Which lines in the entries below contain the string "quiet"? Show each of them in full.

======== PROVIDED RECORDS ========

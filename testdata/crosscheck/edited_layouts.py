#!/usr/bin/env python3
"""edited_layouts.py --program MASKPAIR --checkers DIR [--only NAME] [--except NAME] [--jobs N]: orders and edits on open layouts, judged.

For each layout of CASES:
1. an anchor file of some hundred entries is made (testdata/orders, fixed seed); audit.py and the program's own verify judge the result;
2. the layout is edited some dozen times (figures moved, deleted, added, cells swapped), gets orders of its own, and follows the first
   result as its baseline; audit.py and verify judge that, optimum.py works out the least number of moved shapes where it can;
3. its result, given as baseline once more, gives the same bytes, and given as input too;
4. the first result, masked as it is, is edited and decomposed without orders, with already_masked = "redo", since edits put figures
   on both masks into one shape.

It prints a line for each case and "N passed, N failed"; the exit status is 0 when none failed.
"""
import argparse
import concurrent.futures
import gzip
import json
import os
import subprocess
import sys
import tempfile
import time

from open_layouts import DECK, HERE, OPEN, Wrong, run

# file, layer, spacing in nm, entries tried (those that contradict earlier ones are left out), edits, whether optimum.py is asked
CASES = [
    ("asap7_cells_R", 19, "20", 900, 40, True),
    ("asap7_cells_R", 19, "36", 900, 40, True),
    ("asap7_cells_R", 18, "40", 900, 60, True),
    ("asap7_cells_R", 17, "60", 900, 40, True),
    ("ihp_stdcell", 8, "200", 900, 30, True),
    ("ihp_stdcell", 6, "280", 900, 40, True),
    ("asap7_srambank_32b", 18, "54", 900, 40, False),
]
DBU_NM = {"asap7": 0.25, "ihp": 1}


def same_bytes(a, b, what):
    with open(a, "rb") as f, open(b, "rb") as g:
        if f.read() != g.read():
            raise Wrong("%s: other bytes" % what)


def judge(case, a):
    name, layer, nm, entries, edits, optimum = case
    started = time.time()
    with tempfile.TemporaryDirectory(prefix="maskpair-edited-") as tmp:
        at = lambda n: os.path.join(tmp, n)
        source, deck = at("in.gds"), at("deck.toml")
        with gzip.open(os.path.join(OPEN, name + ".gds.gz")) as f, open(source, "wb") as g:
            g.write(f.read())
        with open(deck, "w") as f:
            f.write(DECK % {"layer": layer, "nm": nm})
        spacing = round(float(nm) / DBU_NM[name.split("_")[0]])

        def generate(to, stream, *args):
            numbers = "wire=%d/0,%d/101,%d/102" % (layer, layer, layer)
            r = subprocess.run([a.generate, "-layer", numbers, "-spacing", str(spacing), *args, stream], capture_output=True)
            if r.returncode:
                raise Wrong("generate: " + r.stderr.decode()[-300:])
            with open(to, "wb") as f:
                f.write(r.stdout)
            return to

        def checker(tool, *args, allowed=(0,)):
            return json.loads(run([sys.executable, "-B", os.path.join(a.checkers, tool), *args], allowed))

        def decompose(stream, out, *args):
            run([a.program, "decompose", stream, "--deck", deck, "--output", out, "--report", at("report.json"), "--force", "--quiet", *args], (0, 1))
            return json.load(open(at("report.json")))["layers"][0]

        def judged(stream, out, anchors, *baseline):
            orders = ("--anchors", anchors) if anchors else ()
            checker("audit.py", out, deck, "--drawn", stream, "--report", at("report.json"), *orders, *baseline)
            run([a.program, "verify", out, "--deck", deck, "--drawn", stream, *orders, "--report", at("verify.json"), "--force", "--quiet"], (0, 1))
            for check in json.load(open(at("verify.json")))["checks"]:
                if not check["ok"] and check["check"] != "same_mask":
                    raise Wrong("verify: %s" % check)

        first = generate(at("first.toml"), source, "-seed", "1", "-entries", str(entries))
        decompose(source, at("first.gds"), "--anchors", first)
        judged(source, at("first.gds"), first)

        edited = generate(at("edited.gds"), source, "-seed", "2", "-edits", str(edits))
        second = generate(at("second.toml"), edited, "-seed", "3", "-entries", str(entries), "-masks", at("first.gds"))
        follow = ("--anchors", second, "--baseline", at("first.gds"))
        said = decompose(edited, at("second.gds"), *follow)
        judged(edited, at("second.gds"), second, "--baseline", at("first.gds"))
        least = "not asked"
        if optimum:
            row = checker("optimum.py", edited, deck, *follow, "--report", at("report.json"), allowed=(0, 2))
            row = row["layers"][0]
            least = row["min_moved_shapes"]
            if row["exact"] and said["moved_shapes"] != least:
                raise Wrong("%d shapes moved, the least is %d" % (said["moved_shapes"], least))
            if not row["exact"]:
                least = "%s, not all solved" % least

        decompose(edited, at("again.gds"), "--anchors", second, "--baseline", at("second.gds"))
        same_bytes(at("second.gds"), at("again.gds"), "its own result as baseline")
        decompose(at("second.gds"), at("again.gds"), "--anchors", second, "--baseline", at("second.gds"))
        same_bytes(at("second.gds"), at("again.gds"), "its own result as input")

        generate(at("masked.gds"), at("first.gds"), "-seed", "4", "-edits", str(edits))
        with open(deck, "a") as f:
            f.write('already_masked = "redo"\n')
        decompose(at("masked.gds"), at("third.gds"))
        judged(at("masked.gds"), at("third.gds"), None)
    return "%d anchored, %d remembered, %d moved (least: %s), %d unresolved pairs; %.0f s" % (
        said["anchored_shapes"], said["baseline_shapes"], said["moved_shapes"], least, said["unresolved_pairs"], time.time() - started)


def main():
    p = argparse.ArgumentParser(description=__doc__, formatter_class=argparse.RawDescriptionHelpFormatter)
    p.add_argument("--program", default="maskpair")
    p.add_argument("--checkers", required=True)
    p.add_argument("--jobs", type=int, default=2)
    p.add_argument("--only", default="")
    p.add_argument("--except", dest="leave")
    a = p.parse_args()
    failed, cases = 0, [c for c in CASES if a.only in c[0] and not (a.leave and a.leave in c[0])]
    with tempfile.TemporaryDirectory() as tmp, concurrent.futures.ThreadPoolExecutor(a.jobs) as pool:
        a.generate = os.path.join(tmp, "generate")
        subprocess.run(["go", "build", "-o", a.generate, "./testdata/orders/generate"], cwd=os.path.join(HERE, os.pardir, os.pardir), check=True)
        for case, f in [(c, pool.submit(judge, c, a)) for c in cases]:
            title = "%s %d/0 at %s nm" % case[:3]
            try:
                print("ok      %s: %s" % (title, f.result()), flush=True)
            except (Wrong, OSError, ValueError, KeyError) as e:
                failed += 1
                print("FAILED  %s: %s" % (title, e), flush=True)
    print("%d passed, %d failed" % (len(cases) - failed, failed))
    return 1 if failed or not cases else 0


if __name__ == "__main__":
    sys.exit(main())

========

* _SOLUTION TO THIS TASK_:
            run([a.program, "decompose", stream, "--deck", deck, "--output", out, "--report", at("report.json"), "--force", "--quiet", *args], (0, 1))
            run([a.program, "verify", out, "--deck", deck, "--drawn", stream, *orders, "--report", at("verify.json"), "--force", "--quiet"], (0, 1))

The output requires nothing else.